WHAT THE TASK ASKS: The expected output is exactly the lines below, starting at the line with "ref = optimize.minimize_scalar(lambda" and ending at the line with "se = max(1.0, math.sqrt(chi2", both included; no other line belongs in it.

MATERIAL SUPPLIED:
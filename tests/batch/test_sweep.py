"""Level sweep: one implementation loss fitted across captures.

Reference curve: ideal noncoherent orthogonal BFSK, Pb = 1/2 exp(-Eb/2N0)
(Proakis, Digital Communications -- from memory).  Handbook value: about 10.9 dB
Eb/N0 for BER 1e-3 (standard textbook curves, e.g. Sklar -- from memory).
"""

from __future__ import annotations

import json
import math

import pytest

from analyzer.batch import SweepPoint, fit_loss


def _ideal_required_db(p):
    # closed-form inverse of Pb = 1/2 exp(-x/2): x = -2 ln(2 Pb)  (Proakis, from memory)
    return 10 * math.log10(-2 * math.log(2 * p))


def test_fit_recovers_a_known_shift():
    # points whose Eb/N0 is exactly the closed-form requirement plus 1.5 dB
    pts = []
    for k, n in ((300, 3000), (100, 3000), (20, 3000)):
        e = _ideal_required_db(k / n) + 1.5
        pts.append(SweepPoint("p", e, (e - 0.2, e + 0.2), k, n))
    pts.append(SweepPoint("z", 14.0, (13.8, 14.2), 0, 3000))    # no errors: left out, gives a bound
    fit = fit_loss(pts, 1e-3)
    assert fit.loss_db == pytest.approx(1.5, abs=1e-6)
    assert fit.used == (True, True, True, False)
    assert fit.ebn0_at_target_db == pytest.approx(_ideal_required_db(1e-3) + 1.5, abs=1e-6)
    # handbook: ~10.9 dB for 1e-3 ideal (Sklar, from memory), so ~12.4 dB with 1.5 dB loss
    assert fit.ebn0_at_target_db == pytest.approx(12.4, abs=0.1)
    assert math.isfinite(fit.upper_bounds_db[3])


def test_sweep_of_four_levels_has_no_loss(tmp_path, make_capture, run_cli):
    caps = [make_capture(name=f"lvl{e}", ebn0_db=float(e), symbols_per_burst=3000, seed=e) for e in (4, 6, 8, 10)]
    out = tmp_path / "out"
    res = run_cli("sweep", *caps, "--tones", "-2500,2500", "--baud", "5000", "--reference", "PN9",
                  "--out", out, "--formats", "json,html,pdf", "--quiet")
    assert res.exit_code == 0, res.output
    rep = json.loads((out / "sweep.json").read_text())
    # the file names its schema and holds to it (jsonschema, a general-purpose validator)
    import jsonschema
    from importlib.resources import files

    schema = json.loads(files("analyzer").joinpath("report/sweep.schema.json").read_text())
    assert rep["$schema"] == schema["$id"]
    jsonschema.validate(rep, schema)
    levels = [p["ebn0_db"] for p in rep["points"]]
    assert levels == sorted(levels)                                     # listed by level, lowest first
    # an ideal link: implementation loss within 0.3 dB of zero against 1/2 exp(-Eb/2N0)
    assert rep["implementation_loss_db"] == pytest.approx(0.0, abs=0.3)
    assert rep["target_ber"] == 1e-3
    # Eb/N0 for 1e-3 = closed-form ideal requirement + L (to 1e-9 dB)
    assert rep["ebn0_at_target_db"] == pytest.approx(_ideal_required_db(1e-3) + rep["implementation_loss_db"],
                                                     abs=1e-9)
    assert len(rep["points"]) == 4
    for p in rep["points"]:
        assert {"path", "ebn0_db", "ebn0_db_ci95", "ber", "ber_ci95", "errors", "bits"} <= set(p)
    assert (out / "sweep.pdf").read_bytes()[:5] == b"%PDF-"        # ISO 32000 header
    assert (out / "sweep.html").exists()


def test_weighted_fit_interval_and_bound_against_scipy():
    """Points off the curve by different amounts and with different spreads: the fit must weight
    each by its inverse variance.  Reference: scipy.optimize.minimize_scalar on the weighted sum
    of squares, the weights from scipy.stats.binomtest's exact (Clopper-Pearson) interval mapped
    through the closed-form requirement and the Eb/N0 interval read as normal; the zero-error
    bound from the closed-form Clopper-Pearson upper end 1 - 0.025^(1/n)."""
    from scipy import optimize, stats

    z = stats.norm.isf(0.025)
    spec = [(1.0, 0.1, 400, 4000), (1.5, 0.6, 60, 4000), (2.5, 1.2, 8, 4000)]   # (shift, Eb/N0 half-width, k, n)
    pts, d, w = [], [], []
    for shift, half, k, n in spec:
        e = _ideal_required_db(k / n) + shift
        pts.append(SweepPoint("p", e, (e - half, e + half), k, n))
        lo, hi = stats.binomtest(k, n).proportion_ci(0.95, method="exact")
        s_r = (_ideal_required_db(lo) - _ideal_required_db(hi)) / (2 * z)
        d.append(shift)
        w.append(1.0 / ((half / z) ** 2 + s_r ** 2))
    pts.append(SweepPoint("zero", 14.0, (13.5, 14.5), 0, 5000))
    fit = fit_loss(pts, 1e-3)
    ref = optimize.minimize_scalar(lambda L: sum(wi * (di - L) ** 2 for wi, di in zip(w, d)),
                                   bounds=(0, 4), method="bounded", options={"xatol": 1e-10})
    assert fit.loss_db == pytest.approx(ref.x, abs=1e-6)
    # the weights differ a lot, so the unweighted mean (1.667) and a variance-weighted one are far off
    assert abs(fit.loss_db - sum(d) / 3) > 0.2
    chi2 = sum(wi * (di - ref.x) ** 2 for wi, di in zip(w, d))
    se = max(1.0, math.sqrt(chi2 / 2)) / math.sqrt(sum(w))
    assert fit.chi2 == pytest.approx(chi2, rel=1e-6)
    assert fit.loss_db_ci95 == pytest.approx((ref.x - z * se, ref.x + z * se), abs=1e-6)
    p_hi = 1 - 0.025 ** (1 / 5000)                       # Clopper-Pearson upper end for 0 of n
    assert fit.upper_bounds_db[3] == pytest.approx(14.5 - _ideal_required_db(p_hi), abs=1e-6)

EXERCISE RESULT:
    ref = optimize.minimize_scalar(lambda L: sum(wi * (di - L) ** 2 for wi, di in zip(w, d)),
                                   bounds=(0, 4), method="bounded", options={"xatol": 1e-10})
    assert fit.loss_db == pytest.approx(ref.x, abs=1e-6)
    # the weights differ a lot, so the unweighted mean (1.667) and a variance-weighted one are far off
    assert abs(fit.loss_db - sum(d) / 3) > 0.2
    chi2 = sum(wi * (di - ref.x) ** 2 for wi, di in zip(w, d))
    se = max(1.0, math.sqrt(chi2 / 2)) / math.sqrt(sum(w))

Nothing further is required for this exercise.